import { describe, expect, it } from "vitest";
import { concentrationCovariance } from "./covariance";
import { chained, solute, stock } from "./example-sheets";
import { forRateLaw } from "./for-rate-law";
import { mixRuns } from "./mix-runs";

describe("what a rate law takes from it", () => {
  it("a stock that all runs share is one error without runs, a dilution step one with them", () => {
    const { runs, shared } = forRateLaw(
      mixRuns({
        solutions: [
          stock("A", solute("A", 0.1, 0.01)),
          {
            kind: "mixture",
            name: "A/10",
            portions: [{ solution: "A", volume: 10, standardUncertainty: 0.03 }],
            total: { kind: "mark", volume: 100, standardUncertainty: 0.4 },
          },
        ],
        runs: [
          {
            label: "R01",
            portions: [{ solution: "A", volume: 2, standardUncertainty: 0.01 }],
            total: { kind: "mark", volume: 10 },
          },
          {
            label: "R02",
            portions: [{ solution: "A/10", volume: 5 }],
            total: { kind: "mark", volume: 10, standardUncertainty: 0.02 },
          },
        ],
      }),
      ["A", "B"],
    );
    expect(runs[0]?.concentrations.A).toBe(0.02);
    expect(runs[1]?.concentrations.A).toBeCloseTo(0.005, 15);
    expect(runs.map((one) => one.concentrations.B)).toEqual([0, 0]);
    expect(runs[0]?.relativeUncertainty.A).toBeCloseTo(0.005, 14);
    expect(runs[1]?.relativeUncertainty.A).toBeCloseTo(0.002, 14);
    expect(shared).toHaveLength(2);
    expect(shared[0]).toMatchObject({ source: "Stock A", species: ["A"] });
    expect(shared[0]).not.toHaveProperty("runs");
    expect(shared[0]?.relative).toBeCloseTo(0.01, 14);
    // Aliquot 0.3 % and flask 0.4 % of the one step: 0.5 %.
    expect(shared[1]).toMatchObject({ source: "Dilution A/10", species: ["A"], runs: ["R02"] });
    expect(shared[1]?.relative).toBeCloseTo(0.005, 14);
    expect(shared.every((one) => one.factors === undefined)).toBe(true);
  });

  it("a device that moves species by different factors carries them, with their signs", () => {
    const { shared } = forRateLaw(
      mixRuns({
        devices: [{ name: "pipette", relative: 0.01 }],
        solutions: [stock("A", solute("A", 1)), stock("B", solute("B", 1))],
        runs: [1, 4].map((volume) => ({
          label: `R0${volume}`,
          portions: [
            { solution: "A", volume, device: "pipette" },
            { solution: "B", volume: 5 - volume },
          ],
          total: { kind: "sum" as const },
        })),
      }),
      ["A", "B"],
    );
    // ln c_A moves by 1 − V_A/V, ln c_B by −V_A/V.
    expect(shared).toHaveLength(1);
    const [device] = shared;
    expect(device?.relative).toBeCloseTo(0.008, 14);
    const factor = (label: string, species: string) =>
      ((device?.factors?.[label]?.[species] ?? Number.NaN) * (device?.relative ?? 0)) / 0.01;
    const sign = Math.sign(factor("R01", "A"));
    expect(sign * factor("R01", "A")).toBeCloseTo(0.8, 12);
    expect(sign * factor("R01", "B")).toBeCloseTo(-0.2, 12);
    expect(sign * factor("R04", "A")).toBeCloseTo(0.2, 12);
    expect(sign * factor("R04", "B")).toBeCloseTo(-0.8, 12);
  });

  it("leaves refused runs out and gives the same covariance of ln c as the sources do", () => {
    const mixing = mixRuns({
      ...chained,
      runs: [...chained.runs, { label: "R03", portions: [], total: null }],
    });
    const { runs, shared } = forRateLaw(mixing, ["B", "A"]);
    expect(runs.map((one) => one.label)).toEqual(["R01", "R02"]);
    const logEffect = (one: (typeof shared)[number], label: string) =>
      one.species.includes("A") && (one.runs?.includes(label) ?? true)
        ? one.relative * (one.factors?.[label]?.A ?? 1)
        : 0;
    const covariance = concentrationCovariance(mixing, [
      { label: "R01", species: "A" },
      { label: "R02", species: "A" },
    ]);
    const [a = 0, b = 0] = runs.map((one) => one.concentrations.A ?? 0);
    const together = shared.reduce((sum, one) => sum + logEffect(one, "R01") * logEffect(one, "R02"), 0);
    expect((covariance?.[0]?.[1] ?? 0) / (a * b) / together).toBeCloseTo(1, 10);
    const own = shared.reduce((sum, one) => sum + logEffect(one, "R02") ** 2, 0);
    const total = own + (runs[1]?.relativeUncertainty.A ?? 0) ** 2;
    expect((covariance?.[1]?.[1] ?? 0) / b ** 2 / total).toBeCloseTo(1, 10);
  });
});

*****

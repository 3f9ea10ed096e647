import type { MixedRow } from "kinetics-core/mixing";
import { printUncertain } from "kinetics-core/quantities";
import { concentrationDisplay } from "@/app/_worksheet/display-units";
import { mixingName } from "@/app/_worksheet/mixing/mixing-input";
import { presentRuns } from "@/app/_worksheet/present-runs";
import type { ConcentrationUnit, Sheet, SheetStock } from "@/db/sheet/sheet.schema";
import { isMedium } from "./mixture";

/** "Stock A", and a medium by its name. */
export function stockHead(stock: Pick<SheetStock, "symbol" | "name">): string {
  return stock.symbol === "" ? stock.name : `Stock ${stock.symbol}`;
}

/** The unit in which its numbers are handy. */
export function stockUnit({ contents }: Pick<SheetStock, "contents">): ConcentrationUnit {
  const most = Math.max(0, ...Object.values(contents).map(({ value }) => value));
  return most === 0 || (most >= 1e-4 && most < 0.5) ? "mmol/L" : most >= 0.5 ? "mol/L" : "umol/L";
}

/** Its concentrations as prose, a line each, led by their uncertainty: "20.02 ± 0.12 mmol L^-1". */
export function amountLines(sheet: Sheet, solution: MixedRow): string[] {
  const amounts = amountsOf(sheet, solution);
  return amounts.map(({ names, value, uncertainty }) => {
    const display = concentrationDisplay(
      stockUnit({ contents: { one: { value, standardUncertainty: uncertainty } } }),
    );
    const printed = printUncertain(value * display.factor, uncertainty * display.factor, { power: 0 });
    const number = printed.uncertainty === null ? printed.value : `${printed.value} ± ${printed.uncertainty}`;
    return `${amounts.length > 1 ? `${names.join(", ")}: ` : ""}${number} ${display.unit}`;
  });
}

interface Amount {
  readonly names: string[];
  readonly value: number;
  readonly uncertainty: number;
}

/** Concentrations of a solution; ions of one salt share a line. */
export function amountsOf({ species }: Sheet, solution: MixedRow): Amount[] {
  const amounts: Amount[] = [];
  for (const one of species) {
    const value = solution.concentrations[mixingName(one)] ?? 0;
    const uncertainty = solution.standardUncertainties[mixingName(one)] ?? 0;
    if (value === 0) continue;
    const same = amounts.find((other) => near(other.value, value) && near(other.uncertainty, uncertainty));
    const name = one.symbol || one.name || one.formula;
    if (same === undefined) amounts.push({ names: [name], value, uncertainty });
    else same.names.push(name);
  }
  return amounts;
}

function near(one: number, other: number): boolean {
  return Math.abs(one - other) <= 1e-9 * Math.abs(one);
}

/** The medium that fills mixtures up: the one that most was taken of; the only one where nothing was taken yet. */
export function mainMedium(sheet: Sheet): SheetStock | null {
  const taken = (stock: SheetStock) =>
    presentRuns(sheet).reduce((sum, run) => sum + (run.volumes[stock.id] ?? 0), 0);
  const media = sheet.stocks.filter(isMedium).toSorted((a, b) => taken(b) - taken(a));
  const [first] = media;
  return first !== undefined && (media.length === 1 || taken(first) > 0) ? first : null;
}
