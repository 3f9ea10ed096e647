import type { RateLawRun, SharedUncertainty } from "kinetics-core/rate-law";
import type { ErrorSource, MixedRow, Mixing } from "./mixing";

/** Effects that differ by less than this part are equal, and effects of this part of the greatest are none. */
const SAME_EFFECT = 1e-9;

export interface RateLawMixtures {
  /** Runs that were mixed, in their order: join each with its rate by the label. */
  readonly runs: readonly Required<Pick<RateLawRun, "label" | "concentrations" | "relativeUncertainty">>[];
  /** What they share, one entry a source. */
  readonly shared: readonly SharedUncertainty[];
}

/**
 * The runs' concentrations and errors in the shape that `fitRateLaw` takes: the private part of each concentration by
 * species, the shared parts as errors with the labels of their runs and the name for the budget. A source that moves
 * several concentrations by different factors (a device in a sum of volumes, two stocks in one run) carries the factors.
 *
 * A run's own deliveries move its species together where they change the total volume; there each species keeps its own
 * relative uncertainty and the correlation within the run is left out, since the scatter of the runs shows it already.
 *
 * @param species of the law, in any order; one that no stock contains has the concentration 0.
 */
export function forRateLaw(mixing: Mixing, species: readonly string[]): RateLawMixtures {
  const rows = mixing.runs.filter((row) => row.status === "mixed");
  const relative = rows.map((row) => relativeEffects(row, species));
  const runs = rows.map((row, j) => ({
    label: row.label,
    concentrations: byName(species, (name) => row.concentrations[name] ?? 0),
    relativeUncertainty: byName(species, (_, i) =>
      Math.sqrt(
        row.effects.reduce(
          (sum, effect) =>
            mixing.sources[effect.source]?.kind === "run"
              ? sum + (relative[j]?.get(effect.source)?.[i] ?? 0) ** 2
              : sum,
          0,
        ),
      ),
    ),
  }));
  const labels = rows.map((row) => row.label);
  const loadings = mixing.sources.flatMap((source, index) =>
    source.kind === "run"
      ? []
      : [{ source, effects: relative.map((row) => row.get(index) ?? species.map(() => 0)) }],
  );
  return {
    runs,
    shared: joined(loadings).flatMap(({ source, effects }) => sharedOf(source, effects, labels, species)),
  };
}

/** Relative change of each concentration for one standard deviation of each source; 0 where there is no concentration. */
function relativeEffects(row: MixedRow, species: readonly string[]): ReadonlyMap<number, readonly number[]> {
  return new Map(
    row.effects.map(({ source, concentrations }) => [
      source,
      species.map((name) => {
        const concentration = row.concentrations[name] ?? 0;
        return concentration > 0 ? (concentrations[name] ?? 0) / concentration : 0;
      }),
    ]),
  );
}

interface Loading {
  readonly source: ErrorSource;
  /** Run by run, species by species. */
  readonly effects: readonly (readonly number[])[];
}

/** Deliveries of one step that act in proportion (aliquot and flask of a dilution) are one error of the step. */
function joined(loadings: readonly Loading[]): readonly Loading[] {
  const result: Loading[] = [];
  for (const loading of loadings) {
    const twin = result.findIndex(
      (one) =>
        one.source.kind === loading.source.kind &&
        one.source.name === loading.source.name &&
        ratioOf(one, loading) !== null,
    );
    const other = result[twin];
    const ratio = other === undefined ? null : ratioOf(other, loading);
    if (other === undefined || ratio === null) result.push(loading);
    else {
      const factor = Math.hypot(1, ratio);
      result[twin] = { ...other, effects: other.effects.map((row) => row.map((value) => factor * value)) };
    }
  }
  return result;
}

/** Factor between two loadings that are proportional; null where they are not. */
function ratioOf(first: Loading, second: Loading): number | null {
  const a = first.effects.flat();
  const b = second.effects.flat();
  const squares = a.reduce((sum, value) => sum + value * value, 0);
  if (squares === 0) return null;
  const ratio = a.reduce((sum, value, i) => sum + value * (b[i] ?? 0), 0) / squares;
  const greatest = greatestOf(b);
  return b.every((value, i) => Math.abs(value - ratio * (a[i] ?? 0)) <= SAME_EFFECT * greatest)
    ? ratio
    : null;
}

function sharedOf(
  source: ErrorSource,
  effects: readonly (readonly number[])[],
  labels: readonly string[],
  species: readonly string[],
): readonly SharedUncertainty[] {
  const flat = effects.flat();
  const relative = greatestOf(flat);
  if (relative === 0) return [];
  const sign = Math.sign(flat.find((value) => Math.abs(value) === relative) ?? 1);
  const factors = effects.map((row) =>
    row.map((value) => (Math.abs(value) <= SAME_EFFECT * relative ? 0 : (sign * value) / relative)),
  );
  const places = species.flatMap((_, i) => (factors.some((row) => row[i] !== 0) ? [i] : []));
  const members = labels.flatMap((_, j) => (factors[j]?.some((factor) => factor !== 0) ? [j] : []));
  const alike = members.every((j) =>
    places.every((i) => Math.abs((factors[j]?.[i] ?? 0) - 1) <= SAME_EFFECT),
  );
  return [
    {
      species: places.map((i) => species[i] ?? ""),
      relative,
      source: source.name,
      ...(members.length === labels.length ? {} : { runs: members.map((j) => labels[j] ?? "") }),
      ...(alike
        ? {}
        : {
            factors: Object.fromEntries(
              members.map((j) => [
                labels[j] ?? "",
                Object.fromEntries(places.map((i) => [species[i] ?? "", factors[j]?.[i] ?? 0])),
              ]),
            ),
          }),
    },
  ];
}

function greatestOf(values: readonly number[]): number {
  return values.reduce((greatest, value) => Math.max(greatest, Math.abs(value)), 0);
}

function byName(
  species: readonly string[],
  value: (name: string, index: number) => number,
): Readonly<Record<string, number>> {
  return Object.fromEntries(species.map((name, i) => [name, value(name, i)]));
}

*****

Task prompt: If a line of the data includes the word "concentrationDisplay", it counts; give how many lines do, as a bare number.

Result of this task: 2